Like all abusive relationships, Andy can't quit Chucky, no matter how many dead adults lie in their wake.  Luckily, Kyle is there to save the day this time - teaching Andy that he can be whoever he wants to be without his toxic relationship.  God loves everyone just the same. If history taught us anything, it’s that the Trans community is always coming to save our asses despite how little we give them in return.  Thanks for your service, Kyle.


Child's Play 2 (1990) is much better than Child's Play.  It's tonier (aka: gay), more colorful (gay), the kills are more interesting, and it's able to be a much more concise in its satire of corporate marketing and blind consumerism (intellectualism = gay). I love the idea of two gay orphans going it alone like a prequel to Annie.  
If there's one thing we learn from these Child's Play movies, adults fuck everything up.  Andy's nightmare was far from over. After two failed efforts, the Christian coalition couldn't get the gay out so they shipped him off the the military.


"Let's see what kind of tough guy you really are."


Andy is sent to the Kent Military School where social deviants (gay kids, jewish kids, black kids) become conservative war-mongers despite their own interests.  After ten years trying, it looks like all that religious heterosexual conversion jibberjabber actually clicked for little Andy Barclay because in Child's Play 3 (1991), Andy's not gay.  
You can't really fake being gay; it's a commitment (the skincare alone) - that's why straight actors always win Oscars for going gay in a movie.  Fear not, there's a new gay in town this time around, an autistic boy named Tyler. Tyler is equally enamored by Chucky and the homosexual cleansing responsibilities now fall on Andy's shoulders.  Ironic.

Now, I can buy a movie where a doll comes to life after being possessed by the spirit of a serial killer through a voodoo spell.  HOWEVER, when they go to great expository heights to set up the fact that Chucky can only transfer his soul into little Andy, then suddenly backtrack on that commandment, that's called sequelitis and Child's Play 3 suffers from that ailment.  

A key ingredient is missing when Chucky goes from being a doll that people would want to buy in a store to the latter-years perpetually mangled angry face, hamming up catchphrase after catchphrase.  The horror and perversion came from the fact that this serial killer was in the guise of a cherubic children's toy. No one would look at the latter years Chucky and say "oh, how cute" and the movies lose something crucial.
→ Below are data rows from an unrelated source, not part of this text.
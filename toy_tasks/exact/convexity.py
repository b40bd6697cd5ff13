"""A proof that a pair objective's stationary point is its global and only minimiser, from its shape.

Where an objective's score form (:class:`toy_tasks.exact.scores.ScoreForm`) has the logistic link and
``affine`` scores, ``ell(a, b) = -log sigma(c_w a - c_l b + b_0) + t a`` on the winner's and loser's
log-probabilities a, b with one slope per response (``c_k``, e.g. ``beta`` for DPO, Rafailov et al. 2023,
and R-DPO, Park et al. 2024; ``beta / n_k`` for SimPO, Meng et al. 2024), the population loss
``f(l) = sum_{i != j} W_ij ell(l_i, l_j)`` is convex in the log-probabilities l: ``-log sigma`` is convex and
its argument affine (Boyd and Vandenberghe, Convex Optimization, 2004, section 3.2.2). Then:

- **global.** The set ``C = {l : sum_k e^{l_k} <= 1}`` is convex and holds every policy (its boundary). A
  point of the boundary is a minimiser of f over C when the KKT conditions hold (ibid., section 5.5.3;
  Slater's condition holds): ``grad f(l) + mu e^l = 0`` with ``mu >= 0``. A stationary point in the softmax
  logits has ``G = pi sum_k G_k`` (:mod:`toy_tasks.exact.prompt`), which is that condition with
  ``mu = -sum_k G_k``: so where ``sum_k G_k <= 0`` it minimises f over C, hence over the simplex.
- **unique.** If two policies l1 != l2 both minimise, f is constant on the segment between them (convexity),
  so ``v = l2 - l1`` has ``v^T H(l1) v = sum_{ij} W_ij sigma(x) sigma(-x) (c_i v_i - c_j v_j)^2 = 0``: on a connected
  win graph with every ``sigma(x) sigma(-x) > 0``, ``c_k v_k`` is one constant, so v is a multiple of ``1 / c``,
  of one sign where every ``c_k`` has one sign; then ``sum e^{l2} != sum e^{l1}`` unless v = 0, and both cannot
  be policies.

:func:`certificate` checks each premise on the prompt and the answer (the link, the declared affine scores,
their slopes read at the answer: one sign, equal for winner and loser, no curvature; the connected graph;
``sum G <= tol``) and returns None where one fails, so the solver runs its seeded starts there. A segment of
minimisers would have zero curvature along it at every inner point, hence at l1 by continuity of H.
"""

from __future__ import annotations

import numpy as np
import torch

from toy_tasks.exact import scores
from toy_tasks.exact.margin import weak_components

F64 = torch.float64
SLOPE_AGREEMENT = 1e-12  # the winner's and the loser's slopes agree to this (relative)


def certificate(prompt, log_pi: np.ndarray, *, tol: float) -> str | None:
    """Why the stationary point at log-probabilities ``log_pi`` (K,) of ``prompt`` (a
    :class:`toy_tasks.exact.prompt.PromptLoss`) is the global and only minimiser (the module docstring), or
    None where a premise fails. ``tol``: the largest ``sum_k G_k`` taken as <= 0 (the solver's certified
    residual: G's sum is a rounding error for an objective invariant to a shift of every l)."""
    terms = prompt.terms
    if not isinstance(terms, scores.DenseTerms):
        return None
    form = terms.form
    if not form.affine or form.link.fn is not None or form.link.clip is not None:
        return None
    if np.any(weak_components(prompt.w.numpy()) != 0):
        return None  # not one connected win graph (or a response with no pair)
    log_pi = torch.as_tensor(log_pi, dtype=F64)
    (_, winner_slope, winner_curve), (_, loser_slope, loser_curve), (_, _, term_curve) = terms._scores(log_pi, 2)
    slope_sign = torch.sign(winner_slope)
    if not (bool(torch.all(slope_sign == slope_sign[0])) and float(slope_sign[0]) != 0.0):
        return None
    if not bool(torch.all(torch.abs(winner_slope - loser_slope) <= SLOPE_AGREEMENT * winner_slope.abs())):
        return None
    if any(bool(torch.any(curve != 0)) for curve in (winner_curve, loser_curve, term_curve)):
        return None
    total = float(prompt.logpi_gradient(log_pi).sum())
    if total > tol:
        return None
    return (f"global and unique by convexity in the log-probabilities (logistic link of affine scores, "
            f"connected win graph, KKT multiplier -sum G = {-total:.3g} >= 0)")


# ------------------------------------------------------------------ group objectives

def _convex_group_members() -> dict:
    """The built-in group objectives convex in the log-probabilities, with why (each a convex function of
    affine functions of l, since h = l - log pi_ref): listwise DPO, ``sum_k logsumexp_{j >= k}(beta h_j) - beta
    h_k`` (Rafailov et al. 2023, appendix A.3); Cal-DPO, ``softplus(h_l - h_w)`` plus two squares (Xiao et al.
    2024), averaged over a ranking's pairs; InfoNCA, ``logsumexp(beta h) - sum_i q_i beta h_i`` with q the
    scores' softmax, q >= 0 (Chen et al. 2024)."""
    from polopt.losses import group, group_pairwise

    return {group.ranking_likelihood: "a log-sum-exp of affine terms minus an affine term",
            group_pairwise.calibrated_logistic: "a softplus of an affine margin plus two squares",
            group.score_cross_entropy: "a log-sum-exp minus a non-negative combination of affine terms"}


NULL_EIGENVALUE = 1e-10  # an eigenvalue of the Hessian below this times the largest counts as zero


def group_certificate(problem, z: np.ndarray, *, tol: float) -> str | None:
    """Why the stationary point at logits ``z`` (K,) of one prompt's group population ``problem`` (a separable
    :class:`toy_tasks.exact.groups._Population`) is its global and only minimiser, or None where a premise
    fails. The argument of the module docstring with the objective's convexity declared
    (:func:`_convex_group_members`) and uniqueness read from the Hessian H in the log-probabilities at the
    answer: positive definite, or positive semi-definite with one null direction whose vector has one sign
    (two minimisers would differ by a direction of zero curvature at either, and both cannot sum to one)."""
    objective = problem.objective
    why = _convex_group_members().get(objective.fn)
    if why is None or objective.stop_gradient or not problem.separable or problem.shape[0] != 1:
        return None
    log_pi = torch.log_softmax(torch.as_tensor(z, dtype=F64).reshape(problem.shape), dim=1)  # (1, K)
    _, gradient, hessian = problem.logpi_hessian(log_pi)
    total = float(gradient.sum())
    if total > tol:
        return None
    eigenvalues, vectors = torch.linalg.eigh(0.5 * (hessian + hessian.T))
    largest = float(eigenvalues.abs().max())
    if largest == 0.0 or float(eigenvalues[0]) < -NULL_EIGENVALUE * largest:
        return None  # not positive semi-definite here
    null = int((eigenvalues <= NULL_EIGENVALUE * largest).sum())
    if null > 1 or (null == 1 and not bool(torch.all(vectors[:, 0] > 0) or torch.all(vectors[:, 0] < 0))):
        return None
    return (f"global and unique by convexity in the log-probabilities ({why}; Hessian positive definite"
            f"{'' if null == 0 else ' but for one one-signed direction'}; KKT multiplier -sum G = {-total:.3g} >= 0)")
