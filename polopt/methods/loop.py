"""The optimisation loop shared by the methods: a per-step objective in, a trained policy out.

A method supplies ``step_objective(step) -> (scalar to minimise, metrics dict)``;
this loop owns the optimiser (:func:`polopt.train.make_optimiser`), clipping,
logging to metrics.jsonl and the progress bar, in the order of
:func:`polopt.train.train`: 1. learning rate, 2. objective (batch, forward), 3.
backward, clip, step, 4. log.
"""

from __future__ import annotations

import json
import math
import time
from collections.abc import Callable
from pathlib import Path

import torch
from tqdm.auto import tqdm

from polopt.stopping import Convergence
from polopt.train import OptimConfig, TrainResult, make_optimiser

Tensor = torch.Tensor


def optimise(policy: torch.nn.Module, step_objective: Callable[[int], tuple[Tensor, dict]], *, steps: int,
             optim: OptimConfig, seed: int = 0, log_every: int = 10,
             evaluate: Callable[[torch.nn.Module], dict] | None = None, metrics_path: Path | None = None,
             progress: bool = True, desc: str = "method", tol: float | None = None) -> TrainResult:
    """Minimise ``step_objective`` over the policy's parameters for ``steps`` steps, or until the loss
    change and the gradient norm stay below ``tol`` (:mod:`polopt.stopping`)."""
    if not isinstance(steps, int) or steps < 1:
        raise ValueError(f"train.steps must be a positive integer, got {steps!r}")
    torch.manual_seed(seed)
    optimiser, scheduler = make_optimiser(policy.parameters(), optim, steps)
    history: list[dict] = []
    convergence, stop, done = Convergence(tol), False, 0
    sink = metrics_path.open("a", encoding="utf-8") if metrics_path is not None else None
    start = time.perf_counter()
    bar = tqdm(range(1, steps + 1), desc=desc, disable=not progress, leave=False)
    try:
        for step in bar:
            # 1. learning rate of this step
            lr = optimiser.param_groups[0]["lr"]
            # 2. the method's objective (it draws its own batch)
            value, stats = step_objective(step)
            if not torch.isfinite(value):
                raise FloatingPointError(f"the objective became {float(value.detach())} at step {step}; lower optim.lr")
            # 3. backward, clip, step
            optimiser.zero_grad(set_to_none=True)
            value.backward()
            clip = optim.grad_clip if optim.grad_clip else math.inf
            grad_norm = float(torch.nn.utils.clip_grad_norm_(policy.parameters(), clip))
            optimiser.step()
            scheduler.step()
            stop = convergence.update(float(value.detach()), grad_norm)
            # 4. log
            if step % log_every == 0 or step == steps or step == 1 or stop:
                record = {"step": step, "loss": float(value.detach()), "lr": lr, "grad_norm": grad_norm, **stats}
                if evaluate is not None:
                    with torch.no_grad():
                        record.update(evaluate(policy))
                record["seconds"] = time.perf_counter() - start
                history.append(record)
                if sink is not None:
                    sink.write(json.dumps(record) + "\n")
                    sink.flush()
                bar.set_postfix(loss=f"{record['loss']:.4g}", refresh=False)
            done = step
            if stop:
                break
    finally:
        bar.close()
        if sink is not None:
            sink.close()
    return TrainResult(done, time.perf_counter() - start, history[-1], history, stopped="tol" if stop else "steps")
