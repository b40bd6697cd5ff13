"""KL-regularised policy gradient: REINFORCE with a baseline and a KL penalty against the reference.

Objective, per prompt, weighted by the prompt weights::

    J(pi) = E_{y ~ pi}[r(y)] - beta KL(pi || pi_ref),   maximised by pi* ∝ pi_ref e^{r / beta}

(the KL-regularised optimum; e.g. Rafailov et al., Direct Preference
Optimization, 2023, eq. 4). Its gradient, with h = log pi - log pi_ref::

    grad J = E_pi[grad log pi(y) (r(y) - beta h(y) - b)]

because ``grad KL = E_pi[grad log pi (h + 1)]`` and ``E_pi[grad log pi] = 0``, which
also lets any baseline b that does not depend on y be subtracted (Williams,
Simple statistical gradient-following algorithms..., 1992). The surrogate
minimised is ``-E[log pi(y) * stopgrad(r - beta h - b)]``.

Estimators (``method.estimator``):
- ``exact``: the expectation over the finite response set, weights stopgrad(pi),
  baseline ``b = E_pi[r - beta h]``; the surrogate's gradient is exactly -grad J.
- ``sampled``: ``method.batch_size`` draws per prompt from the current policy,
  leave-one-out baseline (the mean of the other draws' advantages; Kool et al.,
  Buy 4 REINFORCE samples, get a baseline for free!, 2019), an unbiased estimate.
"""

from __future__ import annotations

from collections.abc import Callable

import torch

from polopt.methods.environment import FiniteEnvironment

Tensor = torch.Tensor
ESTIMATORS = ("exact", "sampled")


def check_estimator(estimator: str) -> None:
    if estimator not in ESTIMATORS:
        raise ValueError(f"method.estimator must be one of {', '.join(ESTIMATORS)}, got {estimator!r}")


def regularised_objective(logp: Tensor, env: FiniteEnvironment, *, beta: float) -> Tensor:
    """J = sum_x w_x [E_pi r - beta KL(pi || pi_ref)] from log pi (X, K); a scalar."""
    pi = logp.exp()  # (X, K)
    per_prompt = (pi * (env.rewards - beta * (logp - env.reference))).sum(-1)  # (X,)
    return (env.prompt_weights * per_prompt).sum()


def rl_objective(policy: torch.nn.Module, env: FiniteEnvironment, *, beta: float, estimator: str = "exact",
                 batch_size: int = 64, generator: torch.Generator | None = None
                 ) -> Callable[[int], tuple[Tensor, dict]]:
    """The per-step surrogate of :func:`polopt.training.loop.optimise` for KL-regularised REINFORCE."""
    check_estimator(estimator)
    if env.rewards is None:
        env.reward(torch.zeros(1, dtype=torch.long), torch.zeros(1, dtype=torch.long))  # raises the named error
    if estimator == "sampled" and (not isinstance(batch_size, int) or batch_size < 2):
        raise ValueError(f"method.batch_size must be an integer >= 2 (the leave-one-out baseline needs "
                         f"two draws), got {batch_size!r}")
    generator = generator or torch.Generator().manual_seed(0)

    def exact(step: int) -> tuple[Tensor, dict]:
        logp = policy.log_distribution()  # (X, K)
        with torch.no_grad():
            pi = logp.exp()
            advantage = env.rewards - beta * (logp - env.reference)  # (X, K): r - beta h
            advantage = advantage - (pi * advantage).sum(-1, keepdim=True)  # baseline E_pi[r - beta h]
        surrogate = -(env.prompt_weights * (pi * logp * advantage).sum(-1)).sum()
        return surrogate, {"objective": float(regularised_objective(logp.detach(), env, beta=beta))}

    def sampled(step: int) -> tuple[Tensor, dict]:
        prompt, response = env.sample(policy, batch_size, generator)  # (X * B,)
        logp = policy.logprobs(prompt, response)  # (X * B,)
        with torch.no_grad():
            h = logp - env.reference_logprobs(prompt, response)
            advantage = (env.reward(prompt, response) - beta * h).reshape(env.n_prompts, batch_size)  # (X, B)
            loo = (advantage.sum(-1, keepdim=True) - advantage) / (batch_size - 1)  # leave-one-out baseline
            centred = (advantage - loo).reshape(-1)
            weight = env.prompt_weights[prompt] / batch_size  # (X * B,)
        surrogate = -(weight * logp * centred).sum()
        with torch.no_grad():
            objective = float(regularised_objective(policy.log_distribution(), env, beta=beta))
        return surrogate, {"objective": objective}

    return exact if estimator == "exact" else sampled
Despite the Child's Play movies discomfort with gay kids (which may just be a product of their time), we owe a lot to Don Mancini.  Having written the first film while he was still in college, Don opened the closet doors for gays in horror and created a franchise for Universal (it doesn't hurt that he's genetically attractive to boot).  
The Child's Play franchise went in a much more fantastic and whimsical direction and even had openly gay characters during the Meg Tilly years (though the gays still have to die for their sins, of course).  I'm sure little Andy is happily married and on his fifth domestic beer someplace longing for the gay days of his youth, free of compromise and full of adventures!


"Dolls are for girls."

1 comment:

  1. Your blog had me in tears it was so funny. You had on me "taking the L to Cabrini Green to blow up crackhouses." I'll have to watch "Child's Play" again. It's funny how when we look at these "scary" movies years later and they're hilarious instead of terrifiying.